A Europa é o continente que mais aquece. Os últimos cinco anos foram em média cerca de 2,3°C mais quentes do que a segunda metade do século XIX, de acordo com o serviço climático Copernicus.
Isso não só traz ondas de calor muito mais frequentes e intensas, mas também chuvas mais extremas, particularmente no norte e centro da Europa. O quadro é mais complicado no sul da Europa, devido a mudanças em padrões climáticos de larga escala.
A razão mais simples para chuvas mais intensas em um mundo mais quente é que uma atmosfera mais quente pode reter mais umidade – cerca de 7% para cada 1C. Essa umidade extra pode levar a chuvas mais pesadas.
Sistemas meteorológicos ‘paralisados’
Um dos motivos pelos quais Boris produziu tanta chuva é que o sistema climático ficou “preso”, despejando enormes quantidades de água nas mesmas áreas por dias.
Há algumas evidências de que os efeitos da mudança climática na corrente de jato – uma faixa de ventos de fluxo rápido no alto da atmosfera – podem tornar esse fenômeno de “parada” mais comum. Mas isso ainda está em debate.
Mesmo que não tenhamos mais sistemas climáticos “paralisados” no futuro, as mudanças climáticas significam que qualquer um que fique preso pode carregar mais umidade e, portanto, ser potencialmente desastroso.

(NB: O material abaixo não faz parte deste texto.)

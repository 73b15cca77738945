"""Raster images placed as ready-made PDF streams (sheets.report.pdf_image).

Checked against two readers outside the project: pypdf decodes each image XObject
(FlateDecode with the PNG predictors, and the soft mask) back to pixels, which must equal
what Pillow decodes from the PNG; and pypdfium2 renders a page drawn this way and one
drawn by reportlab's own drawImage, which must give the same pixels.
"""

from __future__ import annotations

import io

import numpy as np
import pytest
from PIL import Image
from pypdf import PdfReader
from reportlab.lib.utils import ImageReader
from reportlab.pdfgen.canvas import Canvas

from sheets.report.pdf_image import draw_image, from_pixels, from_png

RNG = np.random.default_rng(7)


def png_of(pixels: np.ndarray, mode: str) -> bytes:
    buffer = io.BytesIO()
    Image.fromarray(pixels, mode).save(buffer, format="PNG")
    return buffer.getvalue()


def interlaced_pixel() -> bytes:
    """A 1 x 1 RGB PNG marked interlaced (Adam7): its one pixel is all of pass 1, so its data is that of
    the plain image; Pillow writes no interlaced PNGs, so the flag is set by hand."""
    import struct
    import zlib

    plain = png_of(np.array([[[200, 30, 90]]], np.uint8), "RGB")
    at = plain.index(b"IHDR")
    header = bytearray(plain[at + 4:at + 17])
    header[12] = 1  # interlace method
    chunk = b"IHDR" + bytes(header)
    return plain[:at] + chunk + struct.pack(">I", zlib.crc32(chunk)) + plain[at + 21:]


def gradient(height: int = 23, width: int = 37) -> np.ndarray:
    """RGB with smooth runs and noise, so that every PNG row filter is used."""
    y, x = np.mgrid[0:height, 0:width]
    rgb = np.stack([x * 255 // width, y * 255 // height, (x * y) % 256], axis=-1)
    rgb[::5] = RNG.integers(0, 256, size=rgb[::5].shape)
    return rgb.astype(np.uint8)


def page(draw) -> bytes:
    buffer = io.BytesIO()
    canvas = Canvas(buffer, pagesize=(100, 80), invariant=1)
    draw(canvas)
    canvas.showPage()
    canvas.save()
    return buffer.getvalue()


def rendered(pdf: bytes) -> np.ndarray:
    import pypdfium2

    return pypdfium2.PdfDocument(pdf)[0].render(scale=2).to_numpy()


def decoded_images(pdf: bytes) -> list:
    """Every image XObject of the first page as pypdf decodes it (with its soft mask applied as alpha)."""
    return [np.asarray(im.image) for im in PdfReader(io.BytesIO(pdf)).pages[0].images]


CASES = {
    "rgb": (lambda: png_of(gradient(), "RGB"), True),
    "grey": (lambda: png_of(gradient()[..., 0], "L"), True),
    "rgba opaque": (lambda: png_of(np.dstack([gradient(), np.full(gradient().shape[:2], 255, np.uint8)]), "RGBA"), False),
    "rgba": (lambda: png_of(np.dstack([gradient(), gradient()[..., 1]]), "RGBA"), False),
    "palette": (lambda: png_of(gradient()[..., 0] // 16, "P"), False),
    "interlaced": (interlaced_pixel, False),
}


@pytest.mark.parametrize("case", CASES)
def test_image_streams_decode_to_the_png_pixels(case):
    make, as_is = CASES[case]
    png = make()
    image = from_png(png)
    assert image.predicted == as_is  # 8-bit grey and RGB PNGs go in without being decoded
    with Image.open(io.BytesIO(png)) as im:
        expected = np.asarray(im.convert("RGBA" if case == "rgba" else "L" if case == "grey" else "RGB"))
    if case == "rgba opaque":
        assert image.alpha is None  # an alpha channel opaque everywhere is dropped
    pdf = page(lambda c: draw_image(c, image, 10, 10, 74, 46))
    (got,) = decoded_images(pdf)
    assert got.shape == expected.shape
    assert np.array_equal(got, expected)


@pytest.mark.parametrize("case", ["rgb", "rgba", "palette"])
def test_pages_render_as_reportlabs_own_draw_image(case):
    png = CASES[case][0]()
    ours = rendered(page(lambda c: draw_image(c, from_png(png), 10, 10, 74, 46)))
    theirs = rendered(page(lambda c: c.drawImage(ImageReader(io.BytesIO(png)), 10, 10, 74, 46, mask="auto")))
    assert np.array_equal(ours, theirs)


def test_an_image_drawn_twice_is_stored_once_and_bytes_do_not_vary():
    image = from_pixels(gradient())
    twice = page(lambda c: (draw_image(c, image, 0, 0, 40, 30), draw_image(c, image, 50, 40, 40, 30)))
    assert len(PdfReader(io.BytesIO(twice)).pages[0].images) == 1
    assert twice.count(b"/Subtype /Image") == 1
    assert twice == page(lambda c: (draw_image(c, image, 0, 0, 40, 30), draw_image(c, image, 50, 40, 40, 30)))


def test_bad_images_are_refused():
    with pytest.raises(ValueError, match="not a PNG"):
        from_png(b"GIF89a")
    with pytest.raises(ValueError, match="channels"):
        from_pixels(np.zeros((2, 2, 2), np.uint8))
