"""The figures of a sheet set, from whichever render stages exist.

Each source below returns ``SheetFigure`` values for one kind of figure, or
nothing when the stage that draws it is not part of this installation (an
optional module that is absent) or has nothing to draw. Vector figures
(matplotlib) are recorded once (sheets.report.vector); 3D views arrive as PNG.

Sources, in the order the sheets use them (part of the sheet: module):
    model          the frame with labels and supports       (render.form_figure)
    loads          each load case's nodal loads              (render.form_figure)
    force_diagram  form beside reciprocal force diagram      (render.diagram2d.reciprocal_figure);
                   where that stage is absent or fails for a state, the form
                   coloured by force alone, part form_forces  (render.form_figure);
                   frames above the label limit: the force summary
                   (colours, histogram, extremes) instead   (render.force_summary)
    force_diagram  3D views of form and force diagram        (render.view3d.force_views_figure)
    force_diagram  closure of the force diagram              (render.diagram2d.closure_figure)
    cells          each node's force cell                    (render.cells3d.node_cells_figure)
    cells          the polyhedral diagram by polarity, 3D
                   frames with a [polyhedral] table           (render.cells3d.polar_diagram_figure)
    minkowski      the Minkowski-sum view                    (render.minkowski.minkowski_figure)
    serviceability each serviceability combination's displaced
                   shape                                     (render.form_figure.displaced_figure)

One label limit serves the whole set: the template's [tables] labels_up_to,
passed to every figure that labels. Above it a frame is summarised: its
states get the force summary, and the 3D views, closure chart, force cells,
polyhedral diagram and Minkowski view (unreadable masses at that size) are not
drawn; the summary says so, and how closely equilibrium holds, in one line.

Render modules of other stages draw to a path ``f(analysis, state_id, path, **inputs)``, the
inputs being the state's diagrams as the build made them once (sheets.reciprocal.stage).
Matplotlib figures are asked for as ``.rlvec`` (sheets.report.vector: recorded
as vector paths), pyvista renders of 3D frames as PNG. A figure that cannot be drawn for one state
(e.g. a node whose members are coplanar has no closed cell) does not stop the
build: it is left out and the cautions page says which and why.
"""

from __future__ import annotations

import ctypes
import dataclasses
import importlib
import multiprocessing
import os
import signal
import sys
import tempfile
from concurrent.futures import ProcessPoolExecutor
from dataclasses import dataclass
from pathlib import Path
from typing import Any, Callable, Iterable

from matplotlib.figure import Figure

from sheets.analysis import Analysis
from sheets.cache import MISSING, StageCache, content_key, without_loads
from sheets.render import form_figure
from sheets.report.pdf_image import PdfImage, from_png
from sheets.report.templates import Template
from sheets.report.vector import VECTOR_SUFFIX, VectorFigure, read_vector_file, record

Progress = Callable[[str], None]


@dataclass(frozen=True)
class SheetFigure:
    key: str  # file stem in figures/, unique in the set
    part: str  # "model", "loads" or a state part (templates.STATE_PARTS)
    state: str | None  # the state (case or combination) id it shows, if any
    title: str
    caption: str
    vector: VectorFigure | None = None
    png: bytes | None = None  # raster views (3D renders)
    file: bytes = b""  # the file for figures/, made where the figure is drawn (``with_file``)
    image: PdfImage | None = None  # the PNG as a PDF image stream, made there too (``with_file``)

    @property
    def file_name(self) -> str:
        return f"{self.key}.pdf" if self.vector is not None else f"{self.key}.png"

    def file_bytes(self, author: str = "") -> bytes:
        return self.vector.pdf_bytes(self.title, author) if self.vector is not None else self.png

    def with_file(self, author: str) -> "SheetFigure":
        """This figure with its file made, and a raster figure with its PDF image stream (compressing a
        vector figure's PDF, or decoding a view with alpha, is much of its cost: done in the worker that
        drew it, and kept with it in the stage cache, so the PDF stage only places them)."""
        image = from_png(self.png) if self.png is not None else None
        return dataclasses.replace(self, file=self.file_bytes(author), image=image)


@dataclass(frozen=True)
class FigureNote:
    """A figure left out of the set, and why (printed on the cautions page)."""

    text: str


def optional(module: str, name: str) -> Any | None:
    """``module.name`` if that module is installed, else None (its own import errors still raise)."""
    try:
        mod = importlib.import_module(module)
    except ModuleNotFoundError as exc:
        if exc.name == module or module.startswith(f"{exc.name}."):
            return None
        raise
    return getattr(mod, name, None)


def safe_key(*parts: str) -> str:
    text = "-".join(p for p in parts if p)
    return "".join(c if c.isalnum() or c in "-_." else "_" for c in text)


def _vector(fig: Figure) -> VectorFigure:
    try:
        return record(fig)
    finally:
        fig.clear()


def drawn_states(analysis: Analysis) -> list:
    """The states the project asks to draw ([drawing] states; empty = all)."""
    wanted = analysis.project.drawing.states
    return [s for s in analysis.states if not wanted or s.id in wanted]


def summarised(analysis: Analysis, template: Template) -> bool:
    """Whether the frame is above the set's label limit, so that its states get the force summary."""
    return analysis.project.n_members > template.labels_up_to


ROUNDOFF = 1e-9  # relative errors below this are floating-point round-off: one line of text, not a chart


def closure_line(residual: float, tolerance: float) -> str:
    """How closely a state's nodes are in equilibrium (each node's force polygon closes), in one line."""
    verdict = "round-off only" if residual < ROUNDOFF else "within the tolerance" if residual <= tolerance else "BEYOND THE TOLERANCE"
    return (f"Every node's force polygon closes (nodal equilibrium) to {residual:.1e} of the largest force, "
            f"{verdict} (tolerance {tolerance:g}).")


def state_label(state) -> str:
    kind = {"case": "Load case", "prestress": "Prestress", "combination": "Combination"}.get(state.kind, state.kind)
    return f"{kind} {state.id}"


# -- sources: each draws the figures of one state (or of the model, state None) ----

@dataclass(frozen=True)
class Source:
    name: str
    states: Callable[[Analysis], list]  # the states it draws; [None] for the model
    # (analysis, template, scratch, state, prepared): ``prepared`` is the state's diagrams
    # (sheets.reciprocal.stage.StateDiagrams) where the build made them, else None
    draw: Callable[..., Iterable["SheetFigure | FigureNote"]]


def _model(analysis: Analysis, template: Template, scratch: Path, state, prepared=None) -> Iterable[SheetFigure]:
    p = analysis.project
    views = "" if p.dim == 2 else (f" Orthographic views: {', '.join(p.drawing.views)}, each a projection onto the plane "
                                   "named above it with an axis triad, all at the one scale of the scale bar.")
    labels = ("Node and member labels are the project's ids." if p.n_members <= template.labels_up_to
              else f"Labels are omitted for frames above {template.labels_up_to} members; the tables and CSV files carry every id.")
    yield SheetFigure("form-model", "model", None, "Form diagram: geometry, labels and supports",
                      f"The frame as given in the project file.{views} {labels} Triangles mark supports, with the fixed axes named.",
                      vector=_vector(form_figure.model_figure(p, template.labels_up_to)))


def _loads(analysis: Analysis, template: Template, scratch: Path, state, prepared=None) -> Iterable[SheetFigure]:
    p = analysis.project
    title = f"{state_label(state)}: {state.title}"
    how = ("Each loaded node is a dot, darker for a larger load (colour bar); the legend gives the largest load and "
           "the resultant, csv/ and results.json every load." if summarised(analysis, template) else
           "Arrows point in the direction of the load and end at its node.")
    yield SheetFigure(safe_key("loads", state.id), "loads", state.id, f"Loads, {title}",
                      f"Nodal loads of {title} (self-weight included where the case asks for it), "
                      f"magnitudes in {p.units.label('force')}. {how}",
                      vector=_vector(form_figure.loads_figure(p, state.loads, title, template.labels_up_to)))


def _forces(analysis: Analysis, template: Template, scratch: Path, state, prepared=None) -> Iterable[SheetFigure]:
    p = analysis.project
    title = f"{state_label(state)}: {state.title}"
    yield SheetFigure(safe_key("forces", state.id), "form_forces", state.id, f"Member forces, {title}",
                      "Form diagram coloured by force: bluish green solid tension, vermillion dashed compression, grey zero "
                      "force; line width proportional to |force|; labels give each member's force with its sign "
                      "(tension +). Loads black, reactions blue (arrows from their node).",
                      vector=_vector(form_figure.forces_figure(p, state.forces, state.loads, state.reactions, title,
                                                               template.labels_up_to)))


def comparison_figure(analysis: Analysis, comparison) -> SheetFigure:
    """The frame with the members and nodes changed from an earlier revision marked (``comparison``:
    sheets.revision.compare.Comparison). Drawn by the build once it has compared the results, not a source:
    it exists only when a comparison is asked for."""
    from sheets.revision.compare import frame_marks

    p = analysis.project
    marks = frame_marks(comparison, dict(zip(p.node_ids, p.coords.tolist())))
    force = comparison.thresholds["force_change"]
    caption = (f"The frame of this revision; heavy reddish purple: the members changed from {comparison.old} "
               f"in geometry, section or role, in force by more than {force * 100:g} % of their state's largest force, or in "
               f"governing utilisation by more than {comparison.thresholds['utilisation_change']:g}. Added members "
               "are heavy blue and dash-dotted, removed ones dashed grey where they were; squares mark added nodes, "
               "crosses removed ones, rings moved ones (dotted from where they stood). The tables of this section "
               "list every change.")
    return SheetFigure("revision-changes", "comparison", None, "Members changed from the earlier revision", caption,
                       vector=_vector(form_figure.changes_figure(p, marks, f"Changes from {comparison.old}"))
                       ).with_file(p.info.prepared_by)


def _serviceability_states(analysis: Analysis) -> list:
    from sheets.analysis.design_states import design_states

    return [s for s in design_states(analysis).serviceability if s.displacements is not None]
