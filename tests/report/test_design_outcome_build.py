"""`sheets build` with design flags: every file written, the cover states the outcome, exit code 5."""

from __future__ import annotations

import json
import textwrap

import pdfplumber
import pytest

from sheets import cli
from sheets.errors import EXIT_DESIGN_FLAGS

from girder_project import PROJECT, write_project

# The girder with a wind suction case lifting it off its bearings (invented), the strength
# combinations tagged, and a serviceability combination with a deflection limit.
FLAGGED = PROJECT.replace(textwrap.dedent('''\
    [combinations.ULS]
    title = "Strength"
    factors = { G = 1.35, Q = 1.5 }
    '''), textwrap.dedent('''\
    [cases.W]
    title = "Wind suction"
    loads = { U1 = [0, 40], U2 = [0, 40], U3 = [0, 40] }

    [combinations.ULS]
    title = "Strength"
    factors = { G = 1.35, Q = 1.5 }
    purpose = "strength"

    [combinations.ULS-W]
    title = "Strength, suction"
    factors = { G = 1.0, W = 1.5 }
    purpose = "strength"

    [combinations.SLS]
    title = "Serviceability"
    factors = { G = 1.0, Q = 1.0 }
    purpose = "serviceability"
    ''')).replace('stress_limit = "235 MPa"', 'stress_limit = "235 MPa"\ndeflection_limit = 360')
assert "[cases.W]" in FLAGGED and "deflection_limit" in FLAGGED


@pytest.fixture(scope="module")
def flagged_build(tmp_path_factory):
    folder = tmp_path_factory.mktemp("flagged")
    path = write_project(folder, FLAGGED)
    code = cli.main(["build", str(path), "--out", str(folder / "out")])
    return folder / "out", code


def test_build_exits_5_and_still_writes_every_file(flagged_build):
    out, code = flagged_build
    assert code == EXIT_DESIGN_FLAGS == 5
    manifest = json.loads((out / "manifest.json").read_text())
    for name in manifest["files"]:
        assert (out / name).is_file(), name
    assert "girder.pdf" in manifest["files"] and "figures/displaced-SLS.pdf" in manifest["files"]
    doc = json.loads((out / "results.json").read_text())
    uplift = {(s["id"], s["state"]) for s in doc["outcome"]["uplift"]}
    assert doc["outcome"]["flagged"] and uplift == {("L0", "ULS-W"), ("L3", "ULS-W")}
    assert doc["member_checks"]["over"] == ["ULS", "ULS-W"]
    (sls,) = doc["serviceability"]["states"]
    assert sls["state"] == "SLS" and sls["available"] and doc["serviceability"]["span"] == 12.0


def test_the_cover_states_the_outcome_first(flagged_build):
    out, _ = flagged_build
    with pdfplumber.open(out / "girder.pdf") as pdf:
        cover = pdf.pages[0].extract_text()
        text = "\n".join(page.extract_text() or "" for page in pdf.pages)
    assert "Design outcome: FLAGGED" in cover
    assert "Uplift at supports" in cover and "L0" in cover
    assert cover.index("Design outcome") < cover.index("Project number")
    assert "Displacements under the serviceability combinations" in text
    assert "span / 360" in text
    assert 'the combinations tagged purpose = "strength" (ULS, ULS-W)' in text.replace("\n", " ")
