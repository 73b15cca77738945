"""A project without [project.basis]: the design basis sheet says so, and the reviewer must obtain it."""

from __future__ import annotations

import pdfplumber

from sheets.report.echo import BASIS_MISSING


def test_missing_basis_is_stated_on_the_design_basis_page(built):
    _, result = built  # the girder project gives no [project.basis]
    with pdfplumber.open(result.pdf) as pdf:
        pages = [" ".join((page.extract_text() or "").split()) for page in pdf.pages]
    page = next(t for t in pages if "Basis given in the project file" in t)
    assert "Design basis" in page
    assert " ".join(BASIS_MISSING.split()) in page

“Esses padrões climáticos ocorreram em um clima mais quente por causa de nossas emissões de gases de efeito estufa, [so] a intensidade e o volume das chuvas foram maiores do que seriam de outra forma”, explica Richard Allan, professor de ciências climáticas na Universidade de Reading.
As previsões meteorológicas estão melhorando continuamente e, neste caso, os enormes níveis de chuva que desencadearam as enchentes foram previstos com vários dias de antecedência.
Isso significava que os preparativos para enchentes poderiam ser colocados em prática.
É em parte por isso que o número de mortos não foi tão ruim quanto o das grandes enchentes anteriores, em 1997 e 2002, embora as chuvas recentes tenham sido mais fortes em muitos lugares e as enchentes tenham coberto uma área maior.
“Foi gasto muito dinheiro depois das duas inundações anteriores para [install and update] as defesas contra inundações”, explica Mirek Trnka, do Instituto de Pesquisa de Mudanças Globais na República Tcheca, um dos países mais afetados pelas inundações.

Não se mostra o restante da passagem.